[Stored items]
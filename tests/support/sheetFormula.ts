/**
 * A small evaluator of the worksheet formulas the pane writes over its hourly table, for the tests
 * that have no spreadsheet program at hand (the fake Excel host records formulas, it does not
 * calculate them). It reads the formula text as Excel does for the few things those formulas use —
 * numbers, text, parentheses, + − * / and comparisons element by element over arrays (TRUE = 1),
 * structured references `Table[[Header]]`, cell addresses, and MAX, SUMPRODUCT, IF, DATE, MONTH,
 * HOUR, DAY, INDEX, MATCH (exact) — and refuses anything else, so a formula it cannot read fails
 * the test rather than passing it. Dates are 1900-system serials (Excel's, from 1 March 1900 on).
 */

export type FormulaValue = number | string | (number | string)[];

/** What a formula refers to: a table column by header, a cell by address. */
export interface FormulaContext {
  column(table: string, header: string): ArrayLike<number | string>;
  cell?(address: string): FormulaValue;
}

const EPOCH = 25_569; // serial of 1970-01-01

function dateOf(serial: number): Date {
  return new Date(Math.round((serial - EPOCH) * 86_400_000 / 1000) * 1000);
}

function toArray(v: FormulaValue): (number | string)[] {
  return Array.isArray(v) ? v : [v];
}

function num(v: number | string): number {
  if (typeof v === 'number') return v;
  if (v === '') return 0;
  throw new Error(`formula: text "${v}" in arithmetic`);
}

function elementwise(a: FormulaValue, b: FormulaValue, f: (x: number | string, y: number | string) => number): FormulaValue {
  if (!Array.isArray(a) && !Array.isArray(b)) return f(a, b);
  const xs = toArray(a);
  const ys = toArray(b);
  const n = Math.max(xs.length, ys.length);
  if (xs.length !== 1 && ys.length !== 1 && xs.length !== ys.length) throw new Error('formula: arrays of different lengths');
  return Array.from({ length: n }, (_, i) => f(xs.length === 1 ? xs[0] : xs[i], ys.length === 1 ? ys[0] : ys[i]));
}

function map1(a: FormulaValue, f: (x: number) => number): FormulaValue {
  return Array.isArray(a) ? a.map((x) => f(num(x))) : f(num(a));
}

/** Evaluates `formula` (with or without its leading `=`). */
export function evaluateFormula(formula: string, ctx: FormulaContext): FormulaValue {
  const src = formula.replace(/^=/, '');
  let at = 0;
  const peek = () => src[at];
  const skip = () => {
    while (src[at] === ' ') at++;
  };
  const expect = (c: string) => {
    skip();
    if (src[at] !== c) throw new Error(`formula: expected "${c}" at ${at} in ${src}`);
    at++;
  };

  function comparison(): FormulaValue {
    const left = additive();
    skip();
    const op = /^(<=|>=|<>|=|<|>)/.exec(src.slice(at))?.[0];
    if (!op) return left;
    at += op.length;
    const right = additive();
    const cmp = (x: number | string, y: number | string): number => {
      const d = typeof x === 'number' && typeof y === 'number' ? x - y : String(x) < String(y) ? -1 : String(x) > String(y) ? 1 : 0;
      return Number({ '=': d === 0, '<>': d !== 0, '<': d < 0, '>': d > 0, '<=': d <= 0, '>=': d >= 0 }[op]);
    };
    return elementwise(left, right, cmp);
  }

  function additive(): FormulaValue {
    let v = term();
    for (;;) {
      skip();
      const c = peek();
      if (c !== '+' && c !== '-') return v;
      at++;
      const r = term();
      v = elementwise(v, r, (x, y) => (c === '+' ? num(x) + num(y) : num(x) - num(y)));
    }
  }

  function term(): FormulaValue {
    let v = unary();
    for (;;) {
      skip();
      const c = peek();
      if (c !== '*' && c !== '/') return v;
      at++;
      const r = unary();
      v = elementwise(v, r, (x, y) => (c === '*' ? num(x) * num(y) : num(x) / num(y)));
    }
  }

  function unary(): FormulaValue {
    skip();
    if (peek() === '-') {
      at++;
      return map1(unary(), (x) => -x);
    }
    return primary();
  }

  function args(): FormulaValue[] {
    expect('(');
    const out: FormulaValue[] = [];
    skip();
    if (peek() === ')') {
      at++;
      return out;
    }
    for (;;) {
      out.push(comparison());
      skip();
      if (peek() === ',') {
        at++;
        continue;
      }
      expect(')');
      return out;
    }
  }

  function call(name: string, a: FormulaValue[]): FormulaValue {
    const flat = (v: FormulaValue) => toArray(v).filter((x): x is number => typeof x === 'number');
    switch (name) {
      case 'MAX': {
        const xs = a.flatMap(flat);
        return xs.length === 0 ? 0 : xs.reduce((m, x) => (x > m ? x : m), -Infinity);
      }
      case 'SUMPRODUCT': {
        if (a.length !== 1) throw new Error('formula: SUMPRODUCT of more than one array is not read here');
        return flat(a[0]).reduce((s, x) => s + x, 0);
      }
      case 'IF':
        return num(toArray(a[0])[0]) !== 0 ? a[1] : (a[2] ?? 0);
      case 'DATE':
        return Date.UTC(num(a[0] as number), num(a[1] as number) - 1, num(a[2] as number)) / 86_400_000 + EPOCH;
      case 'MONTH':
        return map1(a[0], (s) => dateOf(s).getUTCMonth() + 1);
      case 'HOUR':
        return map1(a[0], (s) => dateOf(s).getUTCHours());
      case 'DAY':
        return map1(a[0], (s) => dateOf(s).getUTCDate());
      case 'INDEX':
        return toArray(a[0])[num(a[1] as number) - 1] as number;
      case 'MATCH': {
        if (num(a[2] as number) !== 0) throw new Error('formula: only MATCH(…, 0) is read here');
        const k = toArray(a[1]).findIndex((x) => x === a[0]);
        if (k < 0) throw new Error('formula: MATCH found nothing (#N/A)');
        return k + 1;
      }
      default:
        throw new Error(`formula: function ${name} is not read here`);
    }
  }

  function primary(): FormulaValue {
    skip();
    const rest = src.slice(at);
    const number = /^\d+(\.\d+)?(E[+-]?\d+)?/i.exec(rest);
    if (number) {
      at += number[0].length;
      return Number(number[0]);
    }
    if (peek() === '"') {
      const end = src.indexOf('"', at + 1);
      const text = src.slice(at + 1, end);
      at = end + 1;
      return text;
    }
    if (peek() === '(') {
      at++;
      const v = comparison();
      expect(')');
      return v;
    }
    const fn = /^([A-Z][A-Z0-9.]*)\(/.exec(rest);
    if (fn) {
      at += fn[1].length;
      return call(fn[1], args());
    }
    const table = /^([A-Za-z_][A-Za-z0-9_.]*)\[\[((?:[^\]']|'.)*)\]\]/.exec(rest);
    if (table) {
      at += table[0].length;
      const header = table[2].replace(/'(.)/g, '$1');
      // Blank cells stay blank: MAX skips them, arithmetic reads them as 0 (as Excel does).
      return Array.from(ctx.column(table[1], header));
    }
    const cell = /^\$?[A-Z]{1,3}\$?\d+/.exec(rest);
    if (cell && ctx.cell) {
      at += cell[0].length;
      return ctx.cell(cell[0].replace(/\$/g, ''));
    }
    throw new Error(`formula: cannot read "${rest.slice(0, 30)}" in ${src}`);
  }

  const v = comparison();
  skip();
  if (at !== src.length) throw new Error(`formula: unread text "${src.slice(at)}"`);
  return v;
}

## Description of the task
Word for word, transcribe each record.

## Response
filename tests/support/sheetFormula.ts
/**
 * A small evaluator of the worksheet formulas the pane writes over its hourly table, for the tests
 * that have no spreadsheet program at hand (the fake Excel host records formulas, it does not
 * calculate them). It reads the formula text as Excel does for the few things those formulas use —
 * numbers, text, parentheses, + − * / and comparisons element by element over arrays (TRUE = 1),
 * structured references `Table[[Header]]`, cell addresses, and MAX, SUMPRODUCT, IF, DATE, MONTH,
 * HOUR, DAY, INDEX, MATCH (exact) — and refuses anything else, so a formula it cannot read fails
 * the test rather than passing it. Dates are 1900-system serials (Excel's, from 1 March 1900 on).
 */

export type FormulaValue = number | string | (number | string)[];

/** What a formula refers to: a table column by header, a cell by address. */
export interface FormulaContext {
  column(table: string, header: string): ArrayLike<number | string>;
  cell?(address: string): FormulaValue;
}

const EPOCH = 25_569; // serial of 1970-01-01

function dateOf(serial: number): Date {
  return new Date(Math.round((serial - EPOCH) * 86_400_000 / 1000) * 1000);
}

function toArray(v: FormulaValue): (number | string)[] {
  return Array.isArray(v) ? v : [v];
}

function num(v: number | string): number {
  if (typeof v === 'number') return v;
  if (v === '') return 0;
  throw new Error(`formula: text "${v}" in arithmetic`);
}

function elementwise(a: FormulaValue, b: FormulaValue, f: (x: number | string, y: number | string) => number): FormulaValue {
  if (!Array.isArray(a) && !Array.isArray(b)) return f(a, b);
  const xs = toArray(a);
  const ys = toArray(b);
  const n = Math.max(xs.length, ys.length);
  if (xs.length !== 1 && ys.length !== 1 && xs.length !== ys.length) throw new Error('formula: arrays of different lengths');
  return Array.from({ length: n }, (_, i) => f(xs.length === 1 ? xs[0] : xs[i], ys.length === 1 ? ys[0] : ys[i]));
}

function map1(a: FormulaValue, f: (x: number) => number): FormulaValue {
  return Array.isArray(a) ? a.map((x) => f(num(x))) : f(num(a));
}

/** Evaluates `formula` (with or without its leading `=`). */
export function evaluateFormula(formula: string, ctx: FormulaContext): FormulaValue {
  const src = formula.replace(/^=/, '');
  let at = 0;
  const peek = () => src[at];
  const skip = () => {
    while (src[at] === ' ') at++;
  };
  const expect = (c: string) => {
    skip();
    if (src[at] !== c) throw new Error(`formula: expected "${c}" at ${at} in ${src}`);
    at++;
  };

  function comparison(): FormulaValue {
    const left = additive();
    skip();
    const op = /^(<=|>=|<>|=|<|>)/.exec(src.slice(at))?.[0];
    if (!op) return left;
    at += op.length;
    const right = additive();
    const cmp = (x: number | string, y: number | string): number => {
      const d = typeof x === 'number' && typeof y === 'number' ? x - y : String(x) < String(y) ? -1 : String(x) > String(y) ? 1 : 0;
      return Number({ '=': d === 0, '<>': d !== 0, '<': d < 0, '>': d > 0, '<=': d <= 0, '>=': d >= 0 }[op]);
    };
    return elementwise(left, right, cmp);
  }

  function additive(): FormulaValue {
    let v = term();
    for (;;) {
      skip();
      const c = peek();
      if (c !== '+' && c !== '-') return v;
      at++;
      const r = term();
      v = elementwise(v, r, (x, y) => (c === '+' ? num(x) + num(y) : num(x) - num(y)));
    }
  }

  function term(): FormulaValue {
    let v = unary();
    for (;;) {
      skip();
      const c = peek();
      if (c !== '*' && c !== '/') return v;
      at++;
      const r = unary();
      v = elementwise(v, r, (x, y) => (c === '*' ? num(x) * num(y) : num(x) / num(y)));
    }
  }

  function unary(): FormulaValue {
    skip();
    if (peek() === '-') {
      at++;
      return map1(unary(), (x) => -x);
    }
    return primary();
  }

  function args(): FormulaValue[] {
    expect('(');
    const out: FormulaValue[] = [];
    skip();
    if (peek() === ')') {
      at++;
      return out;
    }
    for (;;) {
      out.push(comparison());
      skip();
      if (peek() === ',') {
        at++;
        continue;
      }
      expect(')');
      return out;
    }
  }

  function call(name: string, a: FormulaValue[]): FormulaValue {
    const flat = (v: FormulaValue) => toArray(v).filter((x): x is number => typeof x === 'number');
    switch (name) {
      case 'MAX': {
        const xs = a.flatMap(flat);
        return xs.length === 0 ? 0 : xs.reduce((m, x) => (x > m ? x : m), -Infinity);
      }
      case 'SUMPRODUCT': {
        if (a.length !== 1) throw new Error('formula: SUMPRODUCT of more than one array is not read here');
        return flat(a[0]).reduce((s, x) => s + x, 0);
      }
      case 'IF':
        return num(toArray(a[0])[0]) !== 0 ? a[1] : (a[2] ?? 0);
      case 'DATE':
        return Date.UTC(num(a[0] as number), num(a[1] as number) - 1, num(a[2] as number)) / 86_400_000 + EPOCH;
      case 'MONTH':
        return map1(a[0], (s) => dateOf(s).getUTCMonth() + 1);
      case 'HOUR':
        return map1(a[0], (s) => dateOf(s).getUTCHours());
      case 'DAY':
        return map1(a[0], (s) => dateOf(s).getUTCDate());
      case 'INDEX':
        return toArray(a[0])[num(a[1] as number) - 1] as number;
      case 'MATCH': {
        if (num(a[2] as number) !== 0) throw new Error('formula: only MATCH(…, 0) is read here');
        const k = toArray(a[1]).findIndex((x) => x === a[0]);
        if (k < 0) throw new Error('formula: MATCH found nothing (#N/A)');
        return k + 1;
      }
      default:
        throw new Error(`formula: function ${name} is not read here`);
    }
  }

  function primary(): FormulaValue {
    skip();
    const rest = src.slice(at);
    const number = /^\d+(\.\d+)?(E[+-]?\d+)?/i.exec(rest);
    if (number) {
      at += number[0].length;
      return Number(number[0]);
    }
    if (peek() === '"') {
      const end = src.indexOf('"', at + 1);
      const text = src.slice(at + 1, end);
      at = end + 1;
      return text;
    }
    if (peek() === '(') {
      at++;
      const v = comparison();
      expect(')');
      return v;
    }
    const fn = /^([A-Z][A-Z0-9.]*)\(/.exec(rest);
    if (fn) {
      at += fn[1].length;
      return call(fn[1], args());
    }
    const table = /^([A-Za-z_][A-Za-z0-9_.]*)\[\[((?:[^\]']|'.)*)\]\]/.exec(rest);
    if (table) {
      at += table[0].length;
      const header = table[2].replace(/'(.)/g, '$1');
      // Blank cells stay blank: MAX skips them, arithmetic reads them as 0 (as Excel does).
      return Array.from(ctx.column(table[1], header));
    }
    const cell = /^\$?[A-Z]{1,3}\$?\d+/.exec(rest);
    if (cell && ctx.cell) {
      at += cell[0].length;
      return ctx.cell(cell[0].replace(/\$/g, ''));
    }
    throw new Error(`formula: cannot read "${rest.slice(0, 30)}" in ${src}`);
  }

  const v = comparison();
  skip();
  if (at !== src.length) throw new Error(`formula: unread text "${src.slice(at)}"`);
  return v;
}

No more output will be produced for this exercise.